━━━ Recorded data ━━━

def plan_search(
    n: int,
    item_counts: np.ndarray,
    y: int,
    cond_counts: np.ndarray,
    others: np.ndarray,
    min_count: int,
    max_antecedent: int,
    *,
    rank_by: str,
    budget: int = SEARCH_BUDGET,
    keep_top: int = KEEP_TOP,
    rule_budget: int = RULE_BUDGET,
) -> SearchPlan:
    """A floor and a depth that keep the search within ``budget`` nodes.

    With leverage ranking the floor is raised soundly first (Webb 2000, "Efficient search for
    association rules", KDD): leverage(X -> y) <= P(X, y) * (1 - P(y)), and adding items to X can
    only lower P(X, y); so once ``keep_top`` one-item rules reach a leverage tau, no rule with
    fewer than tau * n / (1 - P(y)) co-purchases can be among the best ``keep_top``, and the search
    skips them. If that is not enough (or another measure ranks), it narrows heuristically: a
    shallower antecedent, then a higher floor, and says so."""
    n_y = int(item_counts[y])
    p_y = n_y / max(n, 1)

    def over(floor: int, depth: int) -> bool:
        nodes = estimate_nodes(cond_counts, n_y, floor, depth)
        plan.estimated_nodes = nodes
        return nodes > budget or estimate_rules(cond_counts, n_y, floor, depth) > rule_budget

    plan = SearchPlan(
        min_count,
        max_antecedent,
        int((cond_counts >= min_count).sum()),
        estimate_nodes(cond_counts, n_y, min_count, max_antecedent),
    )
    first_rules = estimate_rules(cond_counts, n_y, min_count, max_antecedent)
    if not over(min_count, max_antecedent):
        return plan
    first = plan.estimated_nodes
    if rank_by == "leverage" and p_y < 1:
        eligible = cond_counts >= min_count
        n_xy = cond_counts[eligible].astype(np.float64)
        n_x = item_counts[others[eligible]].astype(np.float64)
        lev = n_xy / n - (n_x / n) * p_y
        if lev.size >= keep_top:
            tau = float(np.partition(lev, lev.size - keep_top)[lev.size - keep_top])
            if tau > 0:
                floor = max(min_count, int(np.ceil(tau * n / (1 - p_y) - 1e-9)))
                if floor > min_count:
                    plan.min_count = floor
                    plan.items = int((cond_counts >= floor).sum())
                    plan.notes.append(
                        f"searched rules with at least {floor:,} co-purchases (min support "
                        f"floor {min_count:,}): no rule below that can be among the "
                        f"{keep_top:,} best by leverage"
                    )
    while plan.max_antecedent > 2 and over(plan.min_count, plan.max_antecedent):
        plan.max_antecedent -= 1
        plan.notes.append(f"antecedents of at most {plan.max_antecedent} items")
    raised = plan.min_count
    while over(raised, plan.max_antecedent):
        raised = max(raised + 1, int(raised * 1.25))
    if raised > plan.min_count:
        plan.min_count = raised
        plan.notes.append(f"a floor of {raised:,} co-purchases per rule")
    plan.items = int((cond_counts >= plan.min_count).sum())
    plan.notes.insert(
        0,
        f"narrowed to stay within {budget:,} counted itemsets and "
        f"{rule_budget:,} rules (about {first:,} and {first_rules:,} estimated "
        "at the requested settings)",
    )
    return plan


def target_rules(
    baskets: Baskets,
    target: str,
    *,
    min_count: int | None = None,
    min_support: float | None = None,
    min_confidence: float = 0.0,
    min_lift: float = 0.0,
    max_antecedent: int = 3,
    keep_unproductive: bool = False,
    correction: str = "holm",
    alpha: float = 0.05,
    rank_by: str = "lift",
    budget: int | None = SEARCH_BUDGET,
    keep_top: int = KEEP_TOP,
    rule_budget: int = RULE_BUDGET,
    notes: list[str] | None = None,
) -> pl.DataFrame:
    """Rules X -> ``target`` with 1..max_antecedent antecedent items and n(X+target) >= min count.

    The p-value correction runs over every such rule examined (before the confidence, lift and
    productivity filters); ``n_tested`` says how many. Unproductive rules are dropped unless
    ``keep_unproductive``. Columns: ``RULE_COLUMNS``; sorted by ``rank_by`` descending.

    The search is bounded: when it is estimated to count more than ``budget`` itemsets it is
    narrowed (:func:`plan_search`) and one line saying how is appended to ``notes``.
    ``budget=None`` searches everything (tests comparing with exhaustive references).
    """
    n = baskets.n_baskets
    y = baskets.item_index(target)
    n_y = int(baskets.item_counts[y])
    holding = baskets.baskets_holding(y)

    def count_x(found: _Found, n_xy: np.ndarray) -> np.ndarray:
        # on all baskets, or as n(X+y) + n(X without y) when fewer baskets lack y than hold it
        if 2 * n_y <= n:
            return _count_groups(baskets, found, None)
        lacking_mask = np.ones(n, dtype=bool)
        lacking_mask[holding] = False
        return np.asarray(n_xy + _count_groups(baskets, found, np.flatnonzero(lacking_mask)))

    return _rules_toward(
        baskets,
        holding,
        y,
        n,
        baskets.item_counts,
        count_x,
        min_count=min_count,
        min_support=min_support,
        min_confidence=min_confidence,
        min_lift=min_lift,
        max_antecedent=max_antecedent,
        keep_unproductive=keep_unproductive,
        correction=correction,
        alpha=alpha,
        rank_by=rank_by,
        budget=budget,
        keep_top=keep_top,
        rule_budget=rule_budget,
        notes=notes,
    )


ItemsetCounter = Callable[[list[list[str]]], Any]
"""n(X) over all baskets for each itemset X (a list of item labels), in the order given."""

━━━

**Goal of the exercise**
Each line above must be retyped exactly.

**Response to this task**
def plan_search(
    n: int,
    item_counts: np.ndarray,
    y: int,
    cond_counts: np.ndarray,
    others: np.ndarray,
    min_count: int,
    max_antecedent: int,
    *,
    rank_by: str,
    budget: int = SEARCH_BUDGET,
    keep_top: int = KEEP_TOP,
    rule_budget: int = RULE_BUDGET,
) -> SearchPlan:
    """A floor and a depth that keep the search within ``budget`` nodes.

    With leverage ranking the floor is raised soundly first (Webb 2000, "Efficient search for
    association rules", KDD): leverage(X -> y) <= P(X, y) * (1 - P(y)), and adding items to X can
    only lower P(X, y); so once ``keep_top`` one-item rules reach a leverage tau, no rule with
    fewer than tau * n / (1 - P(y)) co-purchases can be among the best ``keep_top``, and the search
    skips them. If that is not enough (or another measure ranks), it narrows heuristically: a
    shallower antecedent, then a higher floor, and says so."""
    n_y = int(item_counts[y])
    p_y = n_y / max(n, 1)

    def over(floor: int, depth: int) -> bool:
        nodes = estimate_nodes(cond_counts, n_y, floor, depth)
        plan.estimated_nodes = nodes
        return nodes > budget or estimate_rules(cond_counts, n_y, floor, depth) > rule_budget

    plan = SearchPlan(
        min_count,
        max_antecedent,
        int((cond_counts >= min_count).sum()),
        estimate_nodes(cond_counts, n_y, min_count, max_antecedent),
    )
    first_rules = estimate_rules(cond_counts, n_y, min_count, max_antecedent)
    if not over(min_count, max_antecedent):
        return plan
    first = plan.estimated_nodes
    if rank_by == "leverage" and p_y < 1:
        eligible = cond_counts >= min_count
        n_xy = cond_counts[eligible].astype(np.float64)
        n_x = item_counts[others[eligible]].astype(np.float64)
        lev = n_xy / n - (n_x / n) * p_y
        if lev.size >= keep_top:
            tau = float(np.partition(lev, lev.size - keep_top)[lev.size - keep_top])
            if tau > 0:
                floor = max(min_count, int(np.ceil(tau * n / (1 - p_y) - 1e-9)))
                if floor > min_count:
                    plan.min_count = floor
                    plan.items = int((cond_counts >= floor).sum())
                    plan.notes.append(
                        f"searched rules with at least {floor:,} co-purchases (min support "
                        f"floor {min_count:,}): no rule below that can be among the "
                        f"{keep_top:,} best by leverage"
                    )
    while plan.max_antecedent > 2 and over(plan.min_count, plan.max_antecedent):
        plan.max_antecedent -= 1
        plan.notes.append(f"antecedents of at most {plan.max_antecedent} items")
    raised = plan.min_count
    while over(raised, plan.max_antecedent):
        raised = max(raised + 1, int(raised * 1.25))
    if raised > plan.min_count:
        plan.min_count = raised
        plan.notes.append(f"a floor of {raised:,} co-purchases per rule")
    plan.items = int((cond_counts >= plan.min_count).sum())
    plan.notes.insert(
        0,
        f"narrowed to stay within {budget:,} counted itemsets and "
        f"{rule_budget:,} rules (about {first:,} and {first_rules:,} estimated "
        "at the requested settings)",
    )
    return plan


def target_rules(
    baskets: Baskets,
    target: str,
    *,
    min_count: int | None = None,
    min_support: float | None = None,
    min_confidence: float = 0.0,
    min_lift: float = 0.0,
    max_antecedent: int = 3,
    keep_unproductive: bool = False,
    correction: str = "holm",
    alpha: float = 0.05,
    rank_by: str = "lift",
    budget: int | None = SEARCH_BUDGET,
    keep_top: int = KEEP_TOP,
    rule_budget: int = RULE_BUDGET,
    notes: list[str] | None = None,
) -> pl.DataFrame:
    """Rules X -> ``target`` with 1..max_antecedent antecedent items and n(X+target) >= min count.

    The p-value correction runs over every such rule examined (before the confidence, lift and
    productivity filters); ``n_tested`` says how many. Unproductive rules are dropped unless
    ``keep_unproductive``. Columns: ``RULE_COLUMNS``; sorted by ``rank_by`` descending.

    The search is bounded: when it is estimated to count more than ``budget`` itemsets it is
    narrowed (:func:`plan_search`) and one line saying how is appended to ``notes``.
    ``budget=None`` searches everything (tests comparing with exhaustive references).
    """
    n = baskets.n_baskets
    y = baskets.item_index(target)
    n_y = int(baskets.item_counts[y])
    holding = baskets.baskets_holding(y)

    def count_x(found: _Found, n_xy: np.ndarray) -> np.ndarray:
        # on all baskets, or as n(X+y) + n(X without y) when fewer baskets lack y than hold it
        if 2 * n_y <= n:
            return _count_groups(baskets, found, None)
        lacking_mask = np.ones(n, dtype=bool)
        lacking_mask[holding] = False
        return np.asarray(n_xy + _count_groups(baskets, found, np.flatnonzero(lacking_mask)))

    return _rules_toward(
        baskets,
        holding,
        y,
        n,
        baskets.item_counts,
        count_x,
        min_count=min_count,
        min_support=min_support,
        min_confidence=min_confidence,
        min_lift=min_lift,
        max_antecedent=max_antecedent,
        keep_unproductive=keep_unproductive,
        correction=correction,
        alpha=alpha,
        rank_by=rank_by,
        budget=budget,
        keep_top=keep_top,
        rule_budget=rule_budget,
        notes=notes,
    )


ItemsetCounter = Callable[[list[list[str]]], Any]
"""n(X) over all baskets for each itemset X (a list of item labels), in the order given."""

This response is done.